Design Thinking with Brands
A strong brand can be perceived and experienced at all brand touchpoints. Brand-based design thinking helps make it happen: It is a powerful and stimulating method for optimizing the brand touchpoints in line with the brand and guaranteeing results.
What exactly is brand-based design thinking?
The method combines the central idea (positioning) of the brand with creative methods of design thinking. Design thinking was developed in California, and many successful startups and Silicon Valley corporations are using it.
Brand-based design thinking has 5 phases:
- Discover: Here we use empathetic methods to determine the needs of customers: What makes them happy (gain points)? What makes them sad (pain points)? What does that mean for our industry and our brand?
- Define: In the second phase, we define what problem we want to solve for the customers to make us even more relevant and attractive to them. We do this based on the "Discover" phase and the brand positioning.
- Ideate: Then we apply creative methods to gather new ideas for solving the problem we defined in phase two.
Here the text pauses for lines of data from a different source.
"""Taking values out of a TOML table: every fault is noted with its line, none stops the reading."""

from __future__ import annotations

import difflib
import json
from collections.abc import Mapping, Sequence
from dataclasses import dataclass, field
from functools import cached_property
from typing import Any, overload

from logbook.plant.toml_lines import Path, line_of, lines_of

FILE_NAME = "plant.toml"


@dataclass(frozen=True, slots=True)
class Fault:
    """One thing that is wrong in plant.toml."""

    line: int
    """from 1"""
    key: str
    """`engine[1].trial[2].sfoc_g_kwh`: tables in double brackets are counted from 1"""
    found: str
    expected: str
    suggestion: str = ""
    """a whole sentence, or empty"""

    def sentence(self) -> str:
        said = f"line {self.line}: {self.key}: found {self.found}; expected {self.expected}."
        return f"{said} {self.suggestion}" if self.suggestion else said


def dotted(path: Path) -> str:
    """`engine[1].trial[2].sfoc_g_kwh`: arrays counted from 1, as a person counts."""
    text = ""
    for part in path:
        text += f"[{part + 1}]" if isinstance(part, int) else (f".{part}" if text else part)
    return printable(text) or FILE_NAME


def header(path: Path) -> str:
    """How the table of this path is written: `[plant]`, `[[engine]]`, `[engine.correction]`."""
    name = printable(".".join(part for part in path if isinstance(part, str)))
    return f"[[{name}]]" if path and isinstance(path[-1], int) else f"[{name}]"


def printable(text: str) -> str:
    """A text without signs that would not be seen, or would drive the terminal: they are written out."""
    return "".join(sign if sign.isprintable() else ascii(sign)[1:-1] for sign in text)


def shown(value: Any) -> str:
    """A value as it may stand in a sentence, written as TOML writes it."""
    try:
        text = printable(json.dumps(value, ensure_ascii=False, default=str))
    except ValueError:
        # Python does not print a whole number of thousands of digits.
        text = "a number of thousands of digits"
    return text if len(text) <= 60 else f"{text[:57]}..."


def words(allowed: Sequence[str]) -> str:
    return ", ".join(shown(word) for word in allowed)


def nearest(word: str, known: Sequence[str] | Mapping[str, Any]) -> str:
    """`Did you mean "bore_mm"?`, or empty where nothing is near."""
    near = difflib.get_close_matches(word, known, n=1)
    return f"Did you mean {shown(near[0])}?" if near else ""


@dataclass
class Faults:
    """The faults of one file, in the order they were met."""

    text: str
    found: list[Fault] = field(default_factory=list)
    read: list[Table] = field(default_factory=list)
    """tables of which everything has been asked for"""

    @cached_property
    def _lines(self) -> Mapping[Path, int]:
        # A file without faults is never searched for its lines.
        return lines_of(self.text)

    def note(self, path: Path, found: str, expected: str, suggestion: str = "") -> None:
        self.found.append(Fault(line_of(self._lines, path), dotted(path), found, expected, suggestion))

    def in_order(self) -> tuple[Fault, ...]:
        """All faults in the order of their lines; keys that nobody asked for are faults, too."""
        for table in self.read:
            for key in table.content:
                if key not in table.asked:
                    self._note_unknown(table, key)
        return tuple(sorted(self.found, key=lambda fault: fault.line))

    def _note_unknown(self, table: Table, key: str) -> None:
        known = sorted(table.asked)
        expected = f"a key of {header(table.path)}" if table.path else "a table of plant.toml"
        if len(known) <= 12:
            expected += f": {', '.join(known)}"
        suggestion = nearest(key, known)
        owner = self._owner_of(table, key)
        if owner:
            suggestion = f"{key} belongs to {owner}: write it under that line, before the next one in brackets."
        self.note((*table.path, key), f"the key {shown(key)}", expected, suggestion)

    def _owner_of(self, table: Table, key: str) -> str:
        """The header of the table that a key belongs to: one around this table, else the only one that knows it."""
        around = [header(table.path[:end]) for end in range(len(table.path))]
        owners = dict.fromkeys(header(other.path) for other in self.read if other.path and key in other.asked)
        outside = [owner for owner in owners if owner in around]
        if outside:
            return outside[-1]
        return next(iter(owners)) if len(owners) == 1 else ""


class Table:
    """One table of the file. A key that was not asked for when the file has been read is one that nobody knows."""

    def __init__(self, content: Mapping[str, Any], path: Path, faults: Faults) -> None:
        self.content = content
        self.path = path
        self.faults = faults
        self.asked: set[str] = set()
        faults.read.append(self)

    def _get(self, key: str, required: str) -> Any:
        self.asked.add(key)
        if key not in self.content:
            if required:
                self.missing(key, required)
            return None
        return self.content[key]

    def missing(self, key: str, expected: str) -> None:
        """A key that has to be there is not."""
        self.faults.note((*self.path, key), "nothing", expected)

    def note(self, key: str, expected: str, suggestion: str = "") -> None:
        """The value of `key` is not what is expected."""
        self.faults.note((*self.path, key), shown(self.content.get(key)), expected, suggestion)

    def text(self, key: str, default: str = "", *, required: str = "") -> str:
        """A text on one line; one that is required is not empty."""
        value = self._get(key, required)
        if value is None:
            return default
        if not isinstance(value, str) or not value.isprintable() or (required and not value.strip()):
            self.note(key, required or "a text on one line")
            return default
        return value

    def word(self, key: str, allowed: Sequence[str], default: str = "", *, required: bool = False) -> str:
        """One of the allowed words."""
        expected = f"one of {words(allowed)}"
        value = self._get(key, expected if required else "")
        if value is None:
            return default
        if not isinstance(value, str) or value not in allowed:
            self.note(key, expected, nearest(str(value), allowed))
            return default
        return value

    def flag(self, key: str, default: bool = False) -> bool:
        value = self._get(key, "")
        if value is None:
            return default
        if not isinstance(value, bool):
            self.note(key, "true or false", "Write it without quotation marks." if isinstance(value, str) else "")
            return default
        return value

    @overload
    def number(
        self, key: str, default: float, *, least: float, greatest: float, unit: str = "", required: bool = False
    ) -> float: ...
    @overload
    def number(
        self, key: str, default: None = None, *, least: float, greatest: float, unit: str = "", required: bool = False
    ) -> float | None: ...
    def number(
        self,
        key: str,
        default: float | None = None,
        *,
        least: float,
        greatest: float,
        unit: str = "",
        required: bool = False,
    ) -> float | None:
        """A number within what is possible at all (both ends included)."""
        expected = f"a number from {least:g} to {greatest:g}{f' {unit}' if unit else ''}"
        value = self._get(key, expected if required else "")
        if value is None:
            return default
        if not _is_number(value) or not least <= value <= greatest:
            self.note(key, expected, _without_marks(value))
            return default
        return float(value)

    def must(self, key: str, *, least: float, greatest: float, unit: str = "") -> float:
        """A number that has to be there; NaN (and a fault) where it is not."""
        return self.number(key, float("nan"), least=least, greatest=greatest, unit=unit, required=True)

    def whole(self, key: str, default: int, *, least: int, greatest: int, required: bool = False) -> int:
        expected = f"a whole number from {least} to {greatest}"
        value = self._get(key, expected if required else "")
        if value is None:
            return default
        if isinstance(value, bool) or not isinstance(value, int) or not least <= value <= greatest:
            self.note(key, expected, _without_marks(value))
            return default
        return value

    def numbers(self, key: str, *, least: float, greatest: float, required: bool = False) -> tuple[float, ...]:
        """A list of numbers within what is possible; empty where it is not there or not good."""
        expected = f"a list of numbers from {least:g} to {greatest:g}, e.g. [50, 75, 100]"
        value = self._get(key, expected if required else "")
        if value is None:
            return ()
        if not isinstance(value, list) or not value:
            self.note(key, expected)
            return ()
        for place, item in enumerate(value, 1):
            if not _is_number(item) or not least <= item <= greatest:
                found = f"{shown(item)} as number {place} of the list"
                self.faults.note((*self.path, key), found, f"numbers from {least:g} to {greatest:g}")
                return ()
        return tuple(map(float, value))

    def texts(self, key: str, *, required: str = "") -> tuple[str, ...]:
        """A list of texts; empty where it is not there or not good."""
        value = self._get(key, required)
        if value is None:
            return ()
        good = isinstance(value, list) and all(isinstance(item, str) and item.isprintable() for item in value)
        if not good or (required and not value):
            self.note(key, required or "a list of texts in quotation marks")
            return ()
        return tuple(value)

    def words(self, key: str, allowed: Sequence[str], *, what: str, required: str = "") -> tuple[str, ...]:
        """A list of words, each of them allowed and none twice; empty where it is not there or not good."""
        found = self.texts(key, required=required)
        for place, word in enumerate(found):
            if word not in allowed:
                self.faults.note((*self.path, key), shown(word), f"{what}: {words(allowed)}", nearest(word, allowed))
                return ()
            if word in found[:place]:
                self.faults.note((*self.path, key), f"{shown(word)} a second time", f"each of {what} once")
                return ()
        return found

    def has(self, key: str) -> bool:
        return key in self.content

    def raw(self, key: str) -> Any:
        """The value as it is; the caller notes what is wrong with it."""
        return self._get(key, "")

    def table(self, key: str) -> Table | None:
        """A table inside this one; None where it is not there."""
        value = self._get(key, "")
        if value is None:
            return None
        path = (*self.path, key)
        if not isinstance(value, Mapping):
            double = isinstance(value, list)
            self.note(key, f"a table: {header(path)} on a line of its own", "It has single brackets." if double else "")
            return None
        return Table(value, path, self.faults)

    def tables(self, key: str) -> list[Table]:
        """An array of tables inside this one."""
        value = self._get(key, "")
        if value is None:
            return []
        path = (*self.path, key)
        if not isinstance(value, list) or not all(isinstance(item, Mapping) for item in value):
            single = isinstance(value, Mapping)
            self.note(key, f"{header((*path, 0))} above each", "It has double brackets." if single else "")
            return []
        return [Table(item, (*path, index), self.faults) for index, item in enumerate(value)]


def _is_number(value: Any) -> bool:
    return isinstance(value, int | float) and not isinstance(value, bool)


def _without_marks(value: Any) -> str:
    text = value.strip().replace(",", ".", 1) if isinstance(value, str) else ""
    return "Write numbers without quotation marks." if text.replace(".", "", 1).isdigit() else ""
We use, for example, the "revolutionary perspective": How would Steve Jobs, Walt Disney or Elon Musk approach the problem?
- Prototype: For the best and most promising ideas, we build a "touchable" prototype, perhaps with Lego blocks, Styrofoam or modeling clay. It visualizes the solution to the problem defined in phase 2—from the customer's perspective and in line with the brand positioning. This helps to simply explain complex issues like cloud solutions.
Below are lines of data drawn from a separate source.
"""Where in a TOML text each key stands: tomllib reads values, but not places."""

from __future__ import annotations

import re
from collections import defaultdict

Path = tuple[str | int, ...]
"""e.g. ("engine", 0, "trial", 1, "sfoc_g_kwh"); arrays of tables are counted from 0"""

_HEADER = re.compile(r"^\s*(\[\[?)\s*([^\]]+?)\s*\]\]?\s*(?:#.*)?$")
_KEY = re.compile(r"""^\s*((?:"[^"]*"|'[^']*'|[A-Za-z0-9_-]+)(?:\s*\.\s*(?:"[^"]*"|'[^']*'|[A-Za-z0-9_-]+))*)\s*=""")
_PART = re.compile(r""""[^"]*"|'[^']*'|[A-Za-z0-9_-]+""")


def _parts(dotted: str) -> list[str]:
    return [part.strip("\"'") for part in _PART.findall(dotted)]


def lines_of(text: str) -> dict[Path, int]:
    """Line (from 1) of every key and table that begins a line of the text. Made for a text that tomllib has read."""
    found: dict[Path, int] = {}
    counts: dict[Path, int] = defaultdict(int)
    here: Path = ()
    inside = ""
    for number, line in enumerate(text.splitlines(), 1):
        if inside:
            # Within a text of several lines nothing is a key.
            inside = "" if inside in line else inside
            continue
        header = _HEADER.match(line)
        if header:
            here = _table(_parts(header[2]), header[1] == "[[", counts)
            found.setdefault(here, number)
            continue
        key = _KEY.match(line)
        if key:
            found.setdefault((*here, *_parts(key[1])), number)
            rest = line[key.end() :]
            for quotes in ('"""', "'''"):
                if rest.count(quotes) == 1:
                    inside = quotes
    return found


def _table(parts: list[str], in_array: bool, counts: dict[Path, int]) -> Path:
    """The path of a table header; a part that is an array of tables means its latest element."""
    path: Path = ()
    for index, part in enumerate(parts):
        path = (*path, part)
        last = index == len(parts) - 1
        if last and in_array:
            counts[path] += 1
        if counts.get(path):
            path = (*path, counts[path] - 1)
    return path


def line_of(lines: dict[Path, int], path: Path) -> int:
    """Line of a key, or of the nearest table around it; 1 when nothing of it stands in the text."""
    while path:
        if path in lines:
            return lines[path]
        path = path[:-1]
    return 1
- Testing: The prototype is tested at brief intervals and with different methods to determine its relevance (customer feedback, non-customer assessments, evaluations by colleagues, etc.) and brand fit (brand rules). The tests are repeated until no more suggestions for improvement can be inferred.
Finally, the tested prototypes are presented to a jury of executives. They decide whether a prototype should be implemented.
Brand-based design thinking, then, combines the brand with innovation at the brand touchpoints. It makes the brand tangible and—as a side effect, so to speak—makes the organization more agile: because ideas are developed locally by employees and brand ambassadors and taken to the decision-making level as a visible object.